Фейерверки выстреливали на небе над хрустальным дворцом, когда двигалось по серпантину-склону в лунную тайгу, гремящую метелью: первые сани, вторые сани, третьи сани, компания веселая, перекрикивающаяся; четвертые сани — в четвертых санях сидело под медвежьей шкурой, с Биттаном фон Азенхоффом и тем могучим капитаном гусар. После первой серии фейерверков, из-под дворца пальнули искусственными огнями, только теперь уже напакованные криоугольными зарядами, так что те взорвались громадными цветами тьвета; и вот они уже, пройдя сквозь зимнахово-мираже-стекольную конструкцию дворца, разделились на тысячу и одну реку цвета и светеней.
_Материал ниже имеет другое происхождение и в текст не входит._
/**
 * Seeded inputs for the bench, made here and never checked in: source files that look like real
 * code (mostly ordinary statements, some activation functions with comments and derivatives, in
 * several languages), a tree of such files for the CLI, and a bare comment extractor as the
 * "cheapest possible pass" baseline.
 */
import * as fs from 'node:fs';
import * as path from 'node:path';
import { Rng } from '../fuzz/rng';
import { SOURCE_LANGUAGES, genSource, type SourceLanguage } from '../fuzz/sources';

const WORDS = ['total', 'count', 'batch', 'index', 'offset', 'buffer', 'state', 'config', 'result', 'items', 'value', 'scale', 'step', 'width', 'name'];

/** One line of ordinary code, no formula (loops, calls, assignments, prose comments). */
function fillerLine(r: Rng, lang: SourceLanguage): string {
  const a = r.pick(WORDS);
  const b = r.pick(WORDS);
  const c = lang.line || '#';
  const semi = ['c', 'cpp', 'cuda-cpp', 'java', 'javascript', 'typescript', 'rust', 'go'].includes(lang.languageId) ? ';' : '';
  return r.weighted<() => string>([
    [4, () => `    ${a}_${b} = ${a} + ${r.int(1, 99)}${semi}`],
    [2, () => `    log_message("${a} done at step", ${b})${semi}`],
    [2, () => `${lang.line ? `${c} ` : ''}Update the ${a} before the ${b} is read again.`],
    [1, () => `    ${a}.append(${b}[${r.int(0, 9)}])${semi}`],
    [1, () => ''],
    [1, () => `${lang.line ? `${c} ` : ''}See issue 123, released 2024-01-05 (v${r.int(1, 9)}.${r.int(0, 9)}.${r.int(0, 9)}).`],
  ])();
}

/** About `lines` lines of code in one language: filler with a formula function every ~`every` lines. */
export function realisticSource(r: Rng, lang: SourceLanguage, lines: number, every = 40): string {
  const out: string[] = [];
  while (out.length < lines) {
    const block = r.int(Math.floor(every / 2), every);
    for (let i = 0; i < block && out.length < lines; i++) out.push(fillerLine(r, lang));
    for (const l of genSource(r, lang, 1).split('\n')) out.push(l);
  }
  return out.slice(0, lines).join('\n') + '\n';
}

/** Languages of the mixed-language input (one file each). */
export const MIXED = ['python', 'c', 'cuda-cpp', 'rust', 'go', 'julia', 'typescript', 'java', 'lua', 'matlab'];

export interface LangFile { languageId: string; fileName: string; text: string }

/** `totalLines` lines split over one file per language of MIXED. */
export function mixedLanguageFiles(seed: number, totalLines: number): LangFile[] {
  const r = new Rng(seed);
  const langs = MIXED.map((id) => SOURCE_LANGUAGES.find((l) => l.languageId === id) as SourceLanguage);
  const per = Math.ceil(totalLines / langs.length);
  return langs.map((l) => ({ languageId: l.languageId, fileName: `mixed.${l.ext}`, text: realisticSource(r, l, per) }));
}

/** A tree of `files` files (nested folders) for the CLI; returns its root. */
export function writeTree(root: string, seed: number, files: number, linesPerFile: number): string {
  const r = new Rng(seed);
  fs.rmSync(root, { recursive: true, force: true });
  for (let i = 0; i < files; i++) {
    const lang = SOURCE_LANGUAGES[i % SOURCE_LANGUAGES.length] as SourceLanguage;
    const dir = path.join(root, `pkg${i % 10}`, `mod${Math.floor(i / 10) % 10}`);
    fs.mkdirSync(dir, { recursive: true });
    fs.writeFileSync(path.join(dir, `file${i}.${lang.ext}`), realisticSource(r, lang, linesPerFile));
  }
  return root;
}

/**
 * The cheapest pass that finds a file's comments: one scan, line comments, block comments and
 * string literals (so a `#` inside a string is not a comment). Returns the comment texts.
 */
export function bareCommentScan(text: string, line: string, block?: readonly [string, string]): string[] {
  const out: string[] = [];
  const n = text.length;
  let i = 0;
  while (i < n) {
    const ch = text.charCodeAt(i);
    if (ch === 34 || ch === 39) {
      // A string literal: skip to its end (or the end of the line).
      const q = ch;
      i++;
      while (i < n) {
        const c = text.charCodeAt(i);
        if (c === 92) { i += 2; continue; }
        if (c === q || c === 10) { i++; break; }
        i++;
      }
      continue;
    }
    if (block && text.startsWith(block[0], i)) {
      const end = text.indexOf(block[1], i + block[0].length);
      const stop = end < 0 ? n : end + block[1].length;
      out.push(text.slice(i, stop));
      i = stop;
      continue;
    }
    if (line && text.startsWith(line, i)) {
      let end = text.indexOf('\n', i);
      if (end < 0) end = n;
      out.push(text.slice(i, end));
      i = end;
      continue;
    }
    i++;
  }
  return out;
}

export function commentSyntax(languageId: string): { line: string; block?: readonly [string, string] } {
  const l = SOURCE_LANGUAGES.find((s) => s.languageId === languageId);
  if (!l) return { line: '#' };
  return l.block ? { line: l.line, block: l.block } : { line: l.line };
}
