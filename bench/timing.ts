/**
 * Side-by-side timing on a shared, noisy machine: every ratio is measured within one run, the two
 * sides interleaved (ABAB…, the order alternating per round), after a warm-up, as the ratio of
 * medians. Absolute times are printed for orientation only.
 */

export const now: () => number = () => performance.now();

export function median(xs: readonly number[]): number {
  if (xs.length === 0) return NaN;
  const s = [...xs].sort((a, b) => a - b);
  const m = s.length >> 1;
  return s.length % 2 === 1 ? (s[m] as number) : ((s[m - 1] as number) + (s[m] as number)) / 2;
}

/** Milliseconds per call of `fn`, calling it until at least `minMs` have passed (at least once). */
export function perCall(fn: () => unknown, minMs: number): number {
  let calls = 0;
  const t0 = now();
  let t = t0;
  do {
    fn();
    calls++;
    t = now();
  } while (t - t0 < minMs);
  return (t - t0) / calls;
}

export interface Paired {
  a: number[];
  b: number[];
  /** median(a) / median(b). */
  ratio: number;
}

/** Interleaved rounds of two measurements; each returns milliseconds. */
export function paired(rounds: number, a: () => number, b: () => number, warmup = 1): Paired {
  for (let i = 0; i < warmup; i++) { a(); b(); }
  const ta: number[] = [];
  const tb: number[] = [];
  for (let i = 0; i < rounds; i++) {
    if (i % 2 === 0) { ta.push(a()); tb.push(b()); } else { tb.push(b()); ta.push(a()); }
  }
  return { a: ta, b: tb, ratio: median(ta) / median(tb) };
}

/** A loop over the points with its own call site, so each function is measured monomorphically. */
export function makeLoop(): (f: (x: number) => number, xs: Float64Array) => number {
  // The bench's own fixed source; a fresh closure per call gives the loop its own type feedback.
  return new Function('f', 'xs', 'let s = 0; for (let i = 0; i < xs.length; i++) s += f(xs[i]); return s;') as (f: (x: number) => number, xs: Float64Array) => number;
}

/** Keeps results observable so the JIT cannot drop the work. */
export let sink = 0;
export function consume(v: number): void {
  sink += Number.isFinite(v) ? v * 1e-300 : 1e-300;
}
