/* eslint-disable @typescript-eslint/no-require-imports -- a CommonJS script loaded by node directly */
// Loaded with `node --require` in front of the CLI: reports the process's peak resident set size
// (kB, from getrusage via process.resourceUsage) on stderr when it exits, for the bench.
'use strict';
process.on('exit', () => {
  require('node:fs').writeSync(2, `\nSLOPEWISE_BENCH_MAXRSS_KB ${process.resourceUsage().maxRSS}\n`);
});
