function benchSampling(args: Args): void {
  console.log('\n[sampling] f, f′, f″ of the catalogue: generated JS vs hand-written JS vs mathjs compile().evaluate');
  const { fns, domains } = catalogueFunctions(args.quick);
  const sizes = args.quick ? [200, 2_000] : [2_000, 200_000];
  const rounds = args.quick ? 2 : 7;
  const perFunction: { name: string; order: string; size: number; ratio: number; oursMs: number; handMs: number }[] = [];
  for (const size of sizes) {
    const minMs = args.quick ? 0.5 : size >= 100_000 ? 12 : 6;
    for (const fn of fns) {
      const xs = points(size, domains.get(fn.name) ?? [-6, 6]);
      const loopA = makeLoop();
      const loopB = makeLoop();
      // Same results, or the comparison means nothing.
      const sa = loopA(fn.ours, xs);
      const sb = loopB(fn.hand, xs);
      if (!(Math.abs(sa - sb) <= 1e-6 * Math.max(1, Math.abs(sb))) && !(Number.isNaN(sa) && Number.isNaN(sb))) {
        console.log(`  note: ${fn.name} ${ORDER_NAME[fn.order]}: generated and hand-written sums differ (${sa} vs ${sb})`);
      }
      const p = paired(rounds, () => perCall(() => consume(loopA(fn.ours, xs)), minMs), () => perCall(() => consume(loopB(fn.hand, xs)), minMs), 2);
      perFunction.push({ name: fn.name, order: ORDER_NAME[fn.order] as string, size, ratio: p.ratio, oursMs: median(p.a), handMs: median(p.b) });
    }
  }
  const ratios = perFunction.map((r) => r.ratio);
  const worst = perFunction.reduce((w, r) => (r.ratio > w.ratio ? r : w));
  const bySize = sizes.map((s) => `${s.toLocaleString('en-US')} pts ${fmt(median(perFunction.filter((r) => r.size === s).map((r) => r.ratio)))}`).join(', ');
  record('samplingVsHandwritten', 'evaluator ÷ hand-written JS (median over f, f′, f″ of the catalogue)', median(ratios), '≤ 1.2', median(ratios) <= 1.2,
    `${bySize}; worst ${worst.name} ${worst.order} @${worst.size}: ${fmt(worst.ratio)}`,
    { samplingVsHandwrittenWorst: worst, samplingVsHandwrittenBySize: Object.fromEntries(sizes.map((s) => [s, median(perFunction.filter((r) => r.size === s).map((r) => r.ratio))])), samplingDetail: perFunction });

  // mathjs compile().evaluate, for reference (2,000 points; it is 10–30× slower, 200,000 would take minutes).
  const mj: { name: string; order: string; ratio: number }[] = [];
  const size = args.quick ? 200 : 2_000;
  const mjFns = args.quick ? fns.slice(0, 3) : fns;
  for (const fn of mjFns) {
    const xs = points(size, domains.get(fn.name) ?? [-6, 6]);
    const compiled = fn.node.compile();
    const scope: Record<string, number> = { ...fn.params };
    const viaMathjs = (x: number): number => { scope[fn.variable] = x; return compiled.evaluate(scope) as number; };
    const loopA = makeLoop();
    const loopB = makeLoop();
    try {
      viaMathjs(0.5);
    } catch {
      continue; // a canonical tree mathjs's own evaluator cannot run (none expected)
    }
    const p = paired(args.quick ? 1 : 3, () => perCall(() => consume(loopA(viaMathjs, xs)), 0), () => perCall(() => consume(loopB(fn.hand, xs)), 2), 1);
    mj.push({ name: fn.name, order: ORDER_NAME[fn.order] as string, ratio: p.ratio });
  }
  const mjMedian = median(mj.map((r) => r.ratio));
  const mjWorst = mj.reduce((w, r) => (r.ratio > w.ratio ? r : w), { name: '', order: '', ratio: 0 });
  record('mathjsCompileVsHandwritten', 'mathjs compile().evaluate ÷ hand-written JS (2,000 points, median)', mjMedian, '—', null,
    `worst ${mjWorst.name} ${mjWorst.order}: ${fmt(mjWorst.ratio)}`, { mathjsCompileVsHandwrittenWorst: mjWorst });
}

// ─── 2. hover: cached vs first ───────────────────────────────────────────────────────────────────

const HOVER_FORMULAS = [
  '1/(1+exp(-x))', 'x * tanh(log(1 + exp(x)))', '0.5*x*(1+tanh(sqrt(2/pi)*(x+0.044715*x^3)))', 'np.maximum(x, 0.01*x)',
  'x if x > 0 else 1.0*(np.exp(x)-1)', 'log(1+exp(x))', 'x / (1 + abs(x))', 'σ(x)·(1 − σ(x))', '\\frac{x}{1+e^{-x}}',
  'fmaxf(x, 0.0f) + 0.1f * fminf(x, 0.0f)', '(-x).exp()', 'tanh(x)^2',
];

function hoverOnce(text: string): number {
  const r = inspect(text);
  const card = buildHoverCard(r as unknown as HoverInput, { floatTypes: FLOAT_TYPES });
  return card.length;
}
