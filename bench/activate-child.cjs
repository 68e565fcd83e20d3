/* eslint-disable @typescript-eslint/no-require-imports -- a CommonJS script loaded by node directly */
// Informational micro-measure (not a test of the editor): the time to load the extension bundle and
// run its activate() against a stand-in `vscode` module that accepts every call. Prints JSON.
'use strict';
const Module = require('node:module');
const path = require('node:path');

/** A value that is every API at once: any property is another such value, calling one returns one. */
function anything(name) {
  const fn = function () { return anything(`${name}()`); };
  return new Proxy(fn, {
    get(target, prop) {
      if (prop === 'then') return undefined; // not a thenable
      if (prop === Symbol.toPrimitive) return () => 0;
      if (prop === Symbol.iterator) return function* () {};
      if (prop === 'dispose') return () => undefined;
      if (prop === 'length') return 0;
      if (typeof prop === 'symbol') return undefined;
      return anything(`${name}.${String(prop)}`);
    },
    construct() { return anything(`new ${name}`); },
  });
}

// A bundle imports the module through esbuild's __toESM, which copies own properties: name them.
const NAMES = ['CancellationTokenSource', 'CodeAction', 'CodeActionKind', 'ConfigurationTarget', 'Diagnostic',
  'DiagnosticRelatedInformation', 'DiagnosticSeverity', 'Disposable', 'EventEmitter', 'Hover', 'Location', 'MarkdownString',
  'Position', 'ProgressLocation', 'Range', 'Selection', 'ThemeColor', 'ThemeIcon', 'UIKind', 'Uri', 'ViewColumn',
  'WorkspaceEdit', 'commands', 'env', 'extensions', 'languages', 'l10n', 'window', 'workspace', 'version'];
const fake = { __esModule: true };
for (const n of NAMES) fake[n] = anything(`vscode.${n}`);
const resolve = Module._resolveFilename;
Module._resolveFilename = function (request, ...rest) {
  if (request === 'vscode') return 'vscode';
  return resolve.call(this, request, ...rest);
};
require.cache.vscode = { id: 'vscode', filename: 'vscode', loaded: true, exports: fake };

const bundle = path.resolve(process.argv[2]);
const t0 = performance.now();
const ext = require(bundle);
const loaded = performance.now();
const context = anything('context');
let error;
try {
  const r = ext.activate(context);
  if (r && typeof r.then === 'function') r.catch(() => undefined);
} catch (e) {
  error = String(e && e.message || e);
}
const activated = performance.now();
process.stdout.write(JSON.stringify({ loadMs: loaded - t0, activateMs: activated - loaded, totalMs: activated - t0, error }) + '\n');
process.exit(0);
Я-ононаходилось на нижней петле пандуса, губернаторский дворец маячил на звездном небе слева, так что не нужно было выкручиваться назад, что было, говоря по правде, практически невозможным, раз тебя закутали плотно в меха, шкуры, пледы, шали и одеяла из десятков беличьих, заячьих, соболиных шкурок. В зависимости от угла зрения и расстояния, с которого прокалывали дворец фриртверками [342] , на небе по-своему рисовались коллажи света и тьвета, морские звезды, пожирающие свет, и морские звезды — свет сеющие, и одни переливались в иные, а вторые зарастали собой первые, и все они, в конце концов, спадали на обледеневшую тайгу дождиком искр и не-искр. Совершенно одуревшие олени крутили головами, громко звенели их богато украшенные колокольцы. Сибирь попеременно то гасла, то высвечивалась из глубокой ночи, словно пейзаж из Божьего сна, на который Он то глядит сквозь пальцы, то заслоняет перед Собственным взглядом и существованием.
342
Искусственное слово. «Фейерверк» = работа огня, a «frirtwerke», по-видимому, «работа льда» (хотя в немецком языке слова «frirt» я не нашел, но вот во французском слово «frire» означает «жареный») — Прим. перевод.